# What the task requires
Write the entries again exactly, with no line missing.

# Provided records
[Start of Attachment]

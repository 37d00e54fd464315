"""Stimulation limits against worked examples (computed here from the published formulas)."""

from __future__ import annotations

import math

import pytest

from rigctl.protocol.rig import Electrode
from rigctl.safety import charge
from rigctl.safety.limits import Verdict, verdicts
from tests.conftest import make_plan, make_rig

ISOLATOR = 'stimulus = "isolator_a"'
DISC_125 = Electrode(diameter_um=125)
DISC_25 = Electrode(diameter_um=25)
MICRO = Electrode(area_um2=2000)


# Q in µC, D in µC/cm², k: Shannon 1992, IEEE TBME 39:424 (read second-hand), k = log10(Q²/A).
@pytest.mark.parametrize(
    ("current_ua", "width_us", "electrode", "q_uc", "density", "k"),
    [
        (100, 100, DISC_125, 0.01, 81.5, -0.089),
        (500, 200, DISC_125, 0.1, 815, 1.911),
        (100, 100, DISC_25, 0.01, 2037, 1.309),
        (20, 200, MICRO, 0.004, 200, -0.097),
    ],
)
def test_worked_examples(
    current_ua: float, width_us: float, electrode: Electrode, q_uc: float, density: float, k: float
) -> None:
    area = charge.area_cm2(electrode)
    assert area is not None
    found_q = charge.per_phase_uc(current_ua, width_us)
    assert found_q == pytest.approx(q_uc)
    assert charge.density_uc_cm2(found_q, area) == pytest.approx(density, rel=6e-4)
    assert charge.shannon_k(found_q, area) == pytest.approx(k, abs=5e-4)
    # The two ways of writing k are one: log10 D = k − log10 Q.
    again = math.log10(charge.density_uc_cm2(found_q, area)) + math.log10(found_q)
    assert charge.shannon_k(found_q, area) == pytest.approx(again, abs=1e-12)


def test_largest_current() -> None:
    area = charge.area_cm2(DISC_125)
    assert area is not None
    largest = charge.largest_current_ua(1.5, area, 200)
    assert round(largest, 1) == 311.5
    assert charge.shannon_k(charge.per_phase_uc(largest, 200), area) == pytest.approx(1.5)


# Charge injection limits: Cogan 2008, Annu Rev Biomed Eng 10:275 (read second-hand), the
# conservative end of each range.
@pytest.mark.parametrize(
    ("material", "limit"),
    [("Pt", 50), ("PtIr", 50), ("AIROF", 1000), ("SIROF", 1000), ("TiN", 1000), ("PEDOT", 15000)],
)
def test_material_limits(material: str, limit: float) -> None:
    found, source = charge.density_limit(material)
    assert found == limit
    assert "Cogan 2008" in source


def _check(name: str, amplitude_ua: float, width_us: float, electrode: str) -> Verdict:
    rig = make_rig(
        replace={
            "amplitude_ua = 60": f"amplitude_ua = {amplitude_ua}",
            "width_us = 100\n" + ISOLATOR: f"width_us = {width_us}\n" + ISOLATOR,
            'diameter_um = 125\nmaterial = "PtIr"': electrode,
        }
    )
    plan = make_plan(rig=rig)
    return next(v for v in verdicts(plan, rig) if v.name == name and v.line == "pre1")


def test_the_examples_are_refused_or_pass_as_they_should() -> None:
    disc_125 = 'diameter_um = 125\nmaterial = "PtIr"'
    disc_25 = 'diameter_um = 25\nmaterial = "PtIr"'
    micro = 'area_um2 = 2000\nmaterial = "AIROF"'
    assert _check("k", 100, 100, disc_125).ok is True
    assert _check("charge density", 100, 100, disc_125).ok is False  # 81.5 over 50
    assert _check("k", 500, 200, disc_125).ok is False
    assert _check("k", 100, 100, disc_25).ok is True  # passes k …
    assert _check("charge per phase", 100, 100, disc_25).ok is False  # … but 10 nC
    # 4 nC damaged, 2 nC safe: Cogan et al. 2016, J Neural Eng 13:021001 (read in the paper).
    assert _check("k", 20, 200, micro).ok is True
    assert _check("charge per phase", 20, 200, micro).ok is False
    assert _check("charge per phase", 10, 200, micro).ok is True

[End of Attachment]

# Reply
repository 37d00e54fd464315
"""Stimulation limits against worked examples (computed here from the published formulas)."""

from __future__ import annotations

import math

import pytest

from rigctl.protocol.rig import Electrode
from rigctl.safety import charge
from rigctl.safety.limits import Verdict, verdicts
from tests.conftest import make_plan, make_rig

ISOLATOR = 'stimulus = "isolator_a"'
DISC_125 = Electrode(diameter_um=125)
DISC_25 = Electrode(diameter_um=25)
MICRO = Electrode(area_um2=2000)


# Q in µC, D in µC/cm², k: Shannon 1992, IEEE TBME 39:424 (read second-hand), k = log10(Q²/A).
@pytest.mark.parametrize(
    ("current_ua", "width_us", "electrode", "q_uc", "density", "k"),
    [
        (100, 100, DISC_125, 0.01, 81.5, -0.089),
        (500, 200, DISC_125, 0.1, 815, 1.911),
        (100, 100, DISC_25, 0.01, 2037, 1.309),
        (20, 200, MICRO, 0.004, 200, -0.097),
    ],
)
def test_worked_examples(
    current_ua: float, width_us: float, electrode: Electrode, q_uc: float, density: float, k: float
) -> None:
    area = charge.area_cm2(electrode)
    assert area is not None
    found_q = charge.per_phase_uc(current_ua, width_us)
    assert found_q == pytest.approx(q_uc)
    assert charge.density_uc_cm2(found_q, area) == pytest.approx(density, rel=6e-4)
    assert charge.shannon_k(found_q, area) == pytest.approx(k, abs=5e-4)
    # The two ways of writing k are one: log10 D = k − log10 Q.
    again = math.log10(charge.density_uc_cm2(found_q, area)) + math.log10(found_q)
    assert charge.shannon_k(found_q, area) == pytest.approx(again, abs=1e-12)


def test_largest_current() -> None:
    area = charge.area_cm2(DISC_125)
    assert area is not None
    largest = charge.largest_current_ua(1.5, area, 200)
    assert round(largest, 1) == 311.5
    assert charge.shannon_k(charge.per_phase_uc(largest, 200), area) == pytest.approx(1.5)


# Charge injection limits: Cogan 2008, Annu Rev Biomed Eng 10:275 (read second-hand), the
# conservative end of each range.
@pytest.mark.parametrize(
    ("material", "limit"),
    [("Pt", 50), ("PtIr", 50), ("AIROF", 1000), ("SIROF", 1000), ("TiN", 1000), ("PEDOT", 15000)],
)
def test_material_limits(material: str, limit: float) -> None:
    found, source = charge.density_limit(material)
    assert found == limit
    assert "Cogan 2008" in source


def _check(name: str, amplitude_ua: float, width_us: float, electrode: str) -> Verdict:
    rig = make_rig(
        replace={
            "amplitude_ua = 60": f"amplitude_ua = {amplitude_ua}",
            "width_us = 100\n" + ISOLATOR: f"width_us = {width_us}\n" + ISOLATOR,
            'diameter_um = 125\nmaterial = "PtIr"': electrode,
        }
    )
    plan = make_plan(rig=rig)
    return next(v for v in verdicts(plan, rig) if v.name == name and v.line == "pre1")


def test_the_examples_are_refused_or_pass_as_they_should() -> None:
    disc_125 = 'diameter_um = 125\nmaterial = "PtIr"'
    disc_25 = 'diameter_um = 25\nmaterial = "PtIr"'
    micro = 'area_um2 = 2000\nmaterial = "AIROF"'
    assert _check("k", 100, 100, disc_125).ok is True
    assert _check("charge density", 100, 100, disc_125).ok is False  # 81.5 over 50
    assert _check("k", 500, 200, disc_125).ok is False
    assert _check("k", 100, 100, disc_25).ok is True  # passes k …
    assert _check("charge per phase", 100, 100, disc_25).ok is False  # … but 10 nC
    # 4 nC damaged, 2 nC safe: Cogan et al. 2016, J Neural Eng 13:021001 (read in the paper).
    assert _check("k", 20, 200, micro).ok is True
    assert _check("charge per phase", 20, 200, micro).ok is False
    assert _check("charge per phase", 10, 200, micro).ok is True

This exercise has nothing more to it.